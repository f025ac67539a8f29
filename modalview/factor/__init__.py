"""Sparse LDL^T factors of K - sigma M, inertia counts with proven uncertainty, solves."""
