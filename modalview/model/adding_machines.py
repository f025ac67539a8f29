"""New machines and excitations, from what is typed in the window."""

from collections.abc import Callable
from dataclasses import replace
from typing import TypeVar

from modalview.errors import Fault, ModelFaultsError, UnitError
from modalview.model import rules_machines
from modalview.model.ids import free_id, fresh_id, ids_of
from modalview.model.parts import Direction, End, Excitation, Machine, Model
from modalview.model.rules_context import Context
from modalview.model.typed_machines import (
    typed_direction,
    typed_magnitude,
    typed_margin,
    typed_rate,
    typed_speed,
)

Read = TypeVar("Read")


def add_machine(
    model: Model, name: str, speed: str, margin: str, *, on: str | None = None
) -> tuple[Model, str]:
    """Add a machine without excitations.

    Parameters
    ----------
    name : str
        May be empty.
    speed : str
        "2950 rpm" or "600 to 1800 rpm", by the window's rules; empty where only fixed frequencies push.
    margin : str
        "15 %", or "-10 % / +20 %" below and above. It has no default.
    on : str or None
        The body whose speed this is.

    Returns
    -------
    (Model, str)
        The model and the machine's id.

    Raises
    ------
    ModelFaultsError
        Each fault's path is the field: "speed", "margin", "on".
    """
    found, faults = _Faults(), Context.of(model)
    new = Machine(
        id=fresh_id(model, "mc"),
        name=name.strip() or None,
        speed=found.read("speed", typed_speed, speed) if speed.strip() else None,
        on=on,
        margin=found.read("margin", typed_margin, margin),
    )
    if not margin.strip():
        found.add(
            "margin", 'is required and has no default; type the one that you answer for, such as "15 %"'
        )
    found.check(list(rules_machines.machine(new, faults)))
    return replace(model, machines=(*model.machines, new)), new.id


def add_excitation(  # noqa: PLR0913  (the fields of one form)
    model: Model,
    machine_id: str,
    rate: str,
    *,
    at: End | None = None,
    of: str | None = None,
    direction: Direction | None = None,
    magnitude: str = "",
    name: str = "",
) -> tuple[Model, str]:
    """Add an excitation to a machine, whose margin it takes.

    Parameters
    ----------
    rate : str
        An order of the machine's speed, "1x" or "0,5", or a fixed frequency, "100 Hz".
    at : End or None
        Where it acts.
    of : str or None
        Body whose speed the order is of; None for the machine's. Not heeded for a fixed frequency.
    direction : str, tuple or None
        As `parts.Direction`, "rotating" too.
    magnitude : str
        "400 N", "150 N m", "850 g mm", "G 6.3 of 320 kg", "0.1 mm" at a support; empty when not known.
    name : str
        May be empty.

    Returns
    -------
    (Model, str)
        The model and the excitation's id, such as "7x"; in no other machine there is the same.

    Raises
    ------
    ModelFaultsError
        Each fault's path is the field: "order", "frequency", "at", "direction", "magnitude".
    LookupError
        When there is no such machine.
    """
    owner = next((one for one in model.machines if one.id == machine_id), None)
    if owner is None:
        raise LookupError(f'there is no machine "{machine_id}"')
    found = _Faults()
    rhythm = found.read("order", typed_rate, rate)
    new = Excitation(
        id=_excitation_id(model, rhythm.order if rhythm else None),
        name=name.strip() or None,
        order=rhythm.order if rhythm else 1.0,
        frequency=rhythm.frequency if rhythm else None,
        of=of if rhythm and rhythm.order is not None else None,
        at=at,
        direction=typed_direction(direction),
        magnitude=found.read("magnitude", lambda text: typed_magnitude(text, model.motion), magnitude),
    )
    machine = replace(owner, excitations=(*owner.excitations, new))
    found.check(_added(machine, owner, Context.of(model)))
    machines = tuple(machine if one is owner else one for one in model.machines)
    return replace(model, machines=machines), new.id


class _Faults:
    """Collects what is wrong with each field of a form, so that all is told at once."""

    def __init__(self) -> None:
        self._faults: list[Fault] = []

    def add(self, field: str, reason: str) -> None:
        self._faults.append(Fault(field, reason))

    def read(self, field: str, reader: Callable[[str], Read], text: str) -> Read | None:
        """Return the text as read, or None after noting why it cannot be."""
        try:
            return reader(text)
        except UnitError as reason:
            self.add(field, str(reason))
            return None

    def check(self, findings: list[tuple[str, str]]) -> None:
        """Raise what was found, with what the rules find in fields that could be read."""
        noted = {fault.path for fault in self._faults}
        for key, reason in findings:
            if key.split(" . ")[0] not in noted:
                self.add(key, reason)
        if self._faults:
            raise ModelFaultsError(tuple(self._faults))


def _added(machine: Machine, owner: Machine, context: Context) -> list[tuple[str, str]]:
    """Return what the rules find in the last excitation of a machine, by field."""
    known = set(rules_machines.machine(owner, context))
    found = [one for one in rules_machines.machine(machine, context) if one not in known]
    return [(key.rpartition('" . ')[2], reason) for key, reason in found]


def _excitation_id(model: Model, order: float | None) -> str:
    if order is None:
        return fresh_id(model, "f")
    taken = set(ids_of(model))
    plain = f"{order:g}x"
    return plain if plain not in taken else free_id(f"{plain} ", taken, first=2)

• EXERCISE INSTRUCTIONS: If a line in the records contains the string "whose", include it in the count; report that count alone.

• EXERCISE SOLUTION: 3